package yields

import (
	"fmt"
	"math"
)

// Validity range of the lifetime fit in metal mass fraction (Raiteri,
// Villata & Navarro 1996, A&A 315, 105, from memory: fitted to the Padova
// tracks for 7e-5 <= Z <= 0.03). Metallicities outside it are clamped to it
// wherever the lifetime enters.
const (
	LifetimeMinZ = 7e-5
	LifetimeMaxZ = 0.03
)

// Lifetimes is the main-sequence plus post-main-sequence lifetime fit of
// Raiteri, Villata & Navarro 1996 (A&A 315, 105, eq. 3; coefficients from
// memory), at one metallicity:
//
//	log10 τ/yr = a0(Z) + a1(Z)·log10 m + a2(Z)·(log10 m)²
//	a0 = 10.13 + 0.07547·log10 Z − 0.008084·(log10 Z)²
//	a1 = −4.424 − 0.7939·log10 Z − 0.1187·(log10 Z)²
//	a2 = 1.262 + 0.3385·log10 Z + 0.05417·(log10 Z)²
//
// with m in Msun, fitted for 0.6–120 Msun and 7e-5 <= Z <= 0.03 (Z is
// clamped to that range). The parabola in log m has its minimum near
// 100 Msun; above that mass (VertexMass) the lifetime is held at its
// minimum, so stars heavier than VertexMass all end at the same age.
type Lifetimes struct {
	z          float64
	a0, a1, a2 float64
	logMv      float64 // log10 of the vertex mass
	logTmin    float64 // log10 τ/yr at the vertex
}

// NewLifetimes returns the fit at metallicity z (clamped to
// [LifetimeMinZ, LifetimeMaxZ]).
func NewLifetimes(z float64) (Lifetimes, error) {
	if math.IsNaN(z) || z < 0 || z >= 1 {
		return Lifetimes{}, fmt.Errorf("yields: lifetimes: metallicity %g not in [0, 1)", z)
	}
	z = math.Min(math.Max(z, LifetimeMinZ), LifetimeMaxZ)
	lz := math.Log10(z)
	l := Lifetimes{
		z:  z,
		a0: 10.13 + 0.07547*lz - 0.008084*lz*lz,
		a1: -4.424 - 0.7939*lz - 0.1187*lz*lz,
		a2: 1.262 + 0.3385*lz + 0.05417*lz*lz,
	}
	l.logMv = -l.a1 / (2 * l.a2)
	l.logTmin = l.a0 + l.a1*l.logMv + l.a2*l.logMv*l.logMv
	return l, nil
}

// Metallicity is the (clamped) metallicity the fit is evaluated at.
func (l Lifetimes) Metallicity() float64 { return l.z }

// VertexMass is the mass in Msun of the shortest lifetime; heavier stars are
// given that lifetime.
func (l Lifetimes) VertexMass() float64 { return math.Pow(10, l.logMv) }

// MinLifetime is the shortest lifetime in Myr, that of VertexMass and above.
func (l Lifetimes) MinLifetime() float64 { return math.Pow(10, l.logTmin-6) }

// Lifetime is the lifetime in Myr of a star of initial mass m Msun (m > 0).
func (l Lifetimes) Lifetime(m float64) float64 {
	x := math.Min(math.Log10(m), l.logMv)
	return math.Pow(10, l.a0+l.a1*x+l.a2*x*x-6)
}

// TurnoffMass is the initial mass in Msun of the stars that end their lives
// at age Myr: the smaller root of the quadratic in log m. Ages before
// MinLifetime give +Inf (no star has died yet); age 0 or less gives +Inf.
func (l Lifetimes) TurnoffMass(age float64) float64 {
	if !(age > 0) {
		return math.Inf(1)
	}
	lt := math.Log10(age) + 6
	if lt <= l.logTmin {
		return math.Inf(1)
	}
	// a2 x² + a1 x + c = 0 with c = a0 − lt; the root on the falling branch
	// x < logMv is (−a1 − √disc)/(2 a2), written as 2c/(−a1 + √disc) to avoid
	// cancellation near x = 0 (a1 < 0 over the fit's range).
	c := l.a0 - lt
	disc := l.a1*l.a1 - 4*l.a2*c
	x := 2 * c / (-l.a1 + math.Sqrt(disc))
	return math.Pow(10, x)
}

#### Task description:
Search the entries for "near" and show every line that has it.

#### Exercise output:
// clamped to that range). The parabola in log m has its minimum near
	// cancellation near x = 0 (a1 < 0 over the fit's range).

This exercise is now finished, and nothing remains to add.